RECORDS FOR THIS EXERCISE:
= Beginning of Section =

def _newton(
    fun: Residual,
    jac: Callable[[np.ndarray], np.ndarray],
    x0: np.ndarray,
    deflated: np.ndarray,
    width: np.ndarray,
    *,
    power: float = 2.0,
    shift: float = 1.0,
    max_iter: int = 40,
    xtol: float = 1e-12,
    ftol: float = 1e-8,
    centre: np.ndarray | None = None,
) -> tuple[np.ndarray, np.ndarray]:
    """Damped Newton from every column of ``x0`` at once, on the residual deflated at ``deflated``.

    The deflated step is the plain step ``d0`` scaled by ``1 / (1 - grad(log m) . d0)`` (Sherman-Morrison
    on ``J_H = m J + G grad(m)^T``); a backtracking line search halves it until the deflated residual's
    norm decreases; a point where it never does, or that strays a box width outside the box around
    ``centre`` (default: the starts' mean), is given up. Returns the final points and which converged
    (plain step below ``xtol`` in box widths, residual below ``ftol`` relative to ``|J| |x|``).
    """
    x = np.array(x0, dtype=float, copy=True)
    m = x.shape[1]
    centre = np.mean(x, axis=1) if centre is None else centre
    done = np.zeros(m, dtype=bool)
    alive = np.all(np.isfinite(x), axis=0)
    with np.errstate(all="ignore"):
        for _ in range(max_iter):
            act = np.flatnonzero(alive & ~done)
            if act.size == 0:
                break
            xa = x[:, act]
            g = fun(xa)
            jm = jac(xa)
            step, good = _solve(jm, -g)
            good &= np.all(np.isfinite(g), axis=0)
            scaled = np.max(np.abs(step) / width[:, None], axis=0)
            jnorm = np.max(np.sum(np.abs(jm), axis=1), axis=0)
            xnorm = np.max(np.abs(xa), axis=0)
            conv = good & (scaled <= xtol) & (np.max(np.abs(g), axis=0) <= ftol * (1 + jnorm * (1 + xnorm)))
            done[act[conv]] = True
            x[:, act[conv]] += step[:, conv]  # the last (tiny) step is free accuracy
            alive[act[~good]] = False
            move = good & ~conv
            if not move.any():
                continue
            act, xa, g, step = act[move], xa[:, move], g[:, move], step[:, move]
            if deflated.shape[0]:
                logm, grad = _log_deflation(xa, deflated, width, power, shift)
                tau = 1.0 / (1.0 - np.sum(grad * step, axis=0))
                tau = np.where(np.isfinite(tau), tau, 1.0)
                step = step * tau
            else:
                logm = np.zeros(act.size)
            merit = logm + np.log(np.linalg.norm(g, axis=0) + 1e-300)
            lam = np.ones(act.size)
            new = xa + step
            pending = np.arange(act.size)
            for _ in range(8):
                trial = xa[:, pending] + lam[pending] * step[:, pending]
                gt = fun(trial)
                lt = _log_deflation(trial, deflated, width, power, shift)[0] if deflated.shape[0] else 0.0
                mt = lt + np.log(np.linalg.norm(gt, axis=0) + 1e-300)
                ok = np.all(np.isfinite(gt), axis=0) & np.isfinite(mt) & (mt < merit[pending])
                new[:, pending] = trial
                pending = pending[~ok]
                if pending.size == 0:
                    break
                lam[pending] /= 2
            x[:, act] = new
            stuck = np.zeros(act.size, dtype=bool)
            stuck[pending] = True  # no decrease along the step: stagnation, give up
            far = np.any(np.abs(new - centre[:, None]) > 1.5 * width[:, None], axis=0)  # a box width outside
            alive[act] &= np.all(np.isfinite(new), axis=0) & ~stuck & ~far
    return x, done


@lru_cache(maxsize=64)
def _sobol(d: int, log2m: int, seed: int) -> np.ndarray:
    pts = qmc.Sobol(d, scramble=True, seed=seed).random_base2(log2m)
    pts.flags.writeable = False
    return pts


def sobol(d: int, log2m: int, seed: int) -> np.ndarray:
    """``2**log2m`` scrambled Sobol points in ``[0, 1)^d``, seeded (cached: the same call, the same points)."""
    return _sobol(d, log2m, seed).copy()


def _between(roots: np.ndarray) -> np.ndarray:
    """Points a quarter, half and three quarters of the way between every pair of roots, ``(d, m)``."""
    pairs = [(a, b) for i, a in enumerate(roots) for b in roots[i + 1 :]]
    pts = [a + t * (b - a) for a, b in pairs for t in (0.25, 0.5, 0.75)]
    return np.array(pts).T if pts else np.empty((roots.shape[1], 0))


def _solve(jm: np.ndarray, rhs: np.ndarray) -> tuple[np.ndarray, np.ndarray]:
    """Solve ``J[:, :, k] @ s[:, k] = rhs[:, k]`` for every column; singular or non-finite ones fail."""
    a = np.moveaxis(jm, -1, 0)
    b = rhs.T[:, :, None]
    ok = np.all(np.isfinite(a), axis=(1, 2)) & np.all(np.isfinite(rhs), axis=0)
    out = np.zeros_like(rhs)
    try:
        sol = np.linalg.solve(np.where(ok[:, None, None], a, np.eye(a.shape[1])), b)[:, :, 0].T
    except np.linalg.LinAlgError:
        sol = np.zeros_like(rhs)
        for k in np.flatnonzero(ok):
            try:
                sol[:, k] = np.linalg.solve(a[k], rhs[:, k])
            except np.linalg.LinAlgError:
                ok[k] = False
    ok &= np.all(np.isfinite(sol), axis=0)
    out[:, ok] = sol[:, ok]
    return out, ok


def _log_deflation(
    x: np.ndarray, roots: np.ndarray, width: np.ndarray, power: float, shift: float
) -> tuple[np.ndarray, np.ndarray]:
    """``log m(x)`` and its gradient for ``m = prod_i (|e_i|^-p + shift)``, ``e_i = (x - r_i) / width``."""
    e = (x[None, :, :] - roots[:, :, None]) / width[None, :, None]  # (k, d, m)
    r2 = np.maximum(np.sum(e * e, axis=1), 1e-300)  # (k, m)
    inv = r2 ** (-power / 2)
    mi = inv + shift
    logm = np.sum(np.log(mi), axis=0)
    # d/dx log(mi) = (1/mi) * (-p) * |e|^(-p-2) * e / width
    coef = -power * inv / r2 / mi  # (k, m)
    grad = np.sum(coef[:, None, :] * e, axis=0) / width[:, None]
    return logm, grad


def _distinct(points: list[np.ndarray], roots: np.ndarray, width: np.ndarray, tol: float = 1e-6) -> list:
    """The points that are neither within ``tol`` box widths of a root nor of an earlier point."""
    out: list[np.ndarray] = []
    for p in points:
        others = list(roots) + out
        if all(np.max(np.abs(p - q) / width) > tol for q in others):
            out.append(p)
    return out


def _inside(x: np.ndarray, lower: np.ndarray, upper: np.ndarray, rtol: float = 1e-9) -> bool:
    """Is ``x`` in the box, up to ``rtol`` of its width (so that roots on a face count)."""
    slack = rtol * np.maximum(upper - lower, 1.0)
    return bool(np.all(x >= lower - slack) and np.all(x <= upper + slack))


# ---------------------------------------------------------------------------------------------------------
# The constrained system and its starts


def _conservation(kin: Kinetics) -> np.ndarray:
    """Orthonormal rows ``(r, n)`` spanning the conservation rows of ``kin`` (maybe ``r = 0``)."""
    return _orthonormal(kin)[0]


def _orthonormal(kin: Kinetics) -> tuple[np.ndarray, np.ndarray]:
    """Orthonormal rows ``V = A @ W`` spanning the rows of ``W = kin.conservation``, and the map ``A``."""
    w = np.asarray(kin.conservation, dtype=float).reshape(-1, kin.n)
    if w.shape[0] == 0:
        return w, np.zeros((0, 0))
    u, s, vt = np.linalg.svd(w, full_matrices=False)
    rank = int(np.sum(s > 1e-12 * max(1.0, s.max())))
    return vt[:rank], (u[:, :rank] / s[:rank]).T


def _totals(kin: Kinetics, totals: np.ndarray | Sequence[float] | None) -> np.ndarray:
    """Totals for the rows of :func:`_orthonormal`, from ``totals`` given per row of ``kin.conservation``."""
    w, a = _orthonormal(kin)
    t = np.zeros(0) if totals is None else np.asarray(totals, dtype=float).ravel()
    if t.size != a.shape[1]:
        msg = f"`totals` must have one entry per conservation row ({a.shape[1]}), got {t.size}."
        raise ValueError(msg)
    return a @ t if w.shape[0] else np.zeros(0)


def _augmented(kin: Kinetics, w: np.ndarray, t: np.ndarray) -> tuple[Residual, Callable]:
    """Residual ``[Q.T f(u); W u - T]`` and its Jacobian ``[Q.T J; W]``, vectorised over points."""
    if w.shape[0] == 0:
        return kin.reaction, kin.jacobian
    q = conserved_basis(w, kin.n)

    def fun(u: np.ndarray) -> np.ndarray:
        return np.vstack([q.T @ kin.reaction(u), w @ u - t[:, None]])

    def jac(u: np.ndarray) -> np.ndarray:
        jm = np.einsum("ia,ajm->ijm", q.T, kin.jacobian(u))
        return np.concatenate([jm, np.broadcast_to(w[:, :, None], (*w.shape, u.shape[1]))], axis=0)

    return fun, jac


def _constrained_starts(
    w: np.ndarray, t: np.ndarray, lower: np.ndarray, upper: np.ndarray, starts: int, seed: int
) -> np.ndarray | None:
    """Sobol starts ``(n, m)`` spread over ``{W u = T}`` inside the box; None if that set misses the box.

    Without conservation the points fill the box. With it, ``u = u_p + N z`` is sampled over the bounding
    box of the feasible ``z`` (linear programs), then pulled into the box by alternating projections.
    """
    n = lower.size
    m = max(2, int(2 ** np.ceil(np.log2(max(starts, 2)))))
    if w.shape[0] == 0:
        pts = sobol(n, int(np.log2(m)), seed)
        return (lower + pts * (upper - lower)).T
    null = conserved_basis(w, n)  # (n, r)
    up = w.T @ t  # particular solution (w has orthonormal rows)
    r = null.shape[1]
    if r == 0:
        return up[:, None] if _inside(up, lower, upper) else None
    lo_z, hi_z = np.empty(r), np.empty(r)
    a_ub = np.vstack([null, -null])
    b_ub = np.concatenate([upper - up, up - lower])
    for i in range(r):
        c = np.zeros(r)
        c[i] = 1.0
        res_lo = linprog(c, A_ub=a_ub, b_ub=b_ub, bounds=(None, None))
        res_hi = linprog(-c, A_ub=a_ub, b_ub=b_ub, bounds=(None, None))
        if not (res_lo.success and res_hi.success):
            return None
        lo_z[i], hi_z[i] = res_lo.x[i], res_hi.x[i]
    pts = sobol(r, int(np.log2(m)), seed)
    u = up[:, None] + null @ (lo_z + pts * (hi_z - lo_z)).T
    for _ in range(20):
        u = np.clip(u, lower[:, None], upper[:, None])
        u = u - w.T @ (w @ u - t[:, None])
    return u


def _box(lower, upper, n: int, lname: str, uname: str) -> tuple[np.ndarray, np.ndarray]:
    """Validated box corners as float arrays of shape ``(n,)``."""
    lo = np.broadcast_to(np.asarray(lower, dtype=float), (n,)).copy()
    hi = np.broadcast_to(np.asarray(upper, dtype=float), (n,)).copy()
    if not np.all(hi >= lo):
        msg = f"`{uname}` must be at least `{lname}` in every entry."
        raise ValueError(msg)
    return lo, hi


# ---------------------------------------------------------------------------------------------------------
# Following a branch


def _continue(
    kin_prev: Kinetics, kin_next: Kinetics, guess: np.ndarray, prev: np.ndarray, pred: np.ndarray
) -> np.ndarray | None:
    """The root of ``kin_next`` on the branch through ``prev`` (a root of ``kin_prev``), or None."""
    wn, wp = _conservation(kin_next), _conservation(kin_prev)
    fn, jn = _augmented(kin_next, wn, wn @ guess)
    scale = np.maximum(np.abs(prev), 1e-2 * max(float(np.max(np.abs(prev))), 1e-8))
    root = _contract(fn, jn, pred, scale)
    if root is not None or wn.shape != wp.shape:
        return root
    fp, jp = _augmented(kin_prev, wp, wp @ guess)
    s, ds, x = 0.0, 0.5, prev
    while s < 1.0:
        s_try = min(1.0, s + ds)

        def fun(u: np.ndarray, a: float = s_try) -> np.ndarray:
            return (1 - a) * fp(u) + a * fn(u)

        def jac(u: np.ndarray, a: float = s_try) -> np.ndarray:
            return (1 - a) * jp(u) + a * jn(u)

        nxt = _contract(fun, jac, x, scale)
        if nxt is None:
            ds /= 2
            if ds < 1.0 / 512:
                return None
            continue
        s, x, ds = s_try, nxt, min(2 * ds, 1.0)
    return x


def _contract(fun: Residual, jac: Callable, x0: np.ndarray, scale: np.ndarray, max_iter: int = 12) -> np.ndarray | None:
    """Plain Newton from ``x0`` that must contract (each step at most half the last, the first below 0.25
    in units of ``scale``); returns the root or None. Such a root is the one nearest ``x0``."""
    x = np.array(x0, dtype=float)
    last = np.inf
    with np.errstate(all="ignore"):
        for _ in range(max_iter):
            step, ok = _solve(jac(x[:, None]), -fun(x[:, None]))
            size = float(np.max(np.abs(step[:, 0]) / scale))
            if not ok[0] or not np.isfinite(size):
                return None
            if size <= 1e-13:
                return x + step[:, 0]
            if size > (0.25 if last == np.inf else last / 2):
                return None
            x = x + step[:, 0]
            last = size
    return x if last <= 1e-10 else None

= End of Section =

Within the material above, the line with "and its Jacobian" opens the range and the line with "return np.vstack([q.T @" closes it; reproduce that range word for word.

    """Residual ``[Q.T f(u); W u - T]`` and its Jacobian ``[Q.T J; W]``, vectorised over points."""
    if w.shape[0] == 0:
        return kin.reaction, kin.jacobian
    q = conserved_basis(w, kin.n)

    def fun(u: np.ndarray) -> np.ndarray:
        return np.vstack([q.T @ kin.reaction(u), w @ u - t[:, None]])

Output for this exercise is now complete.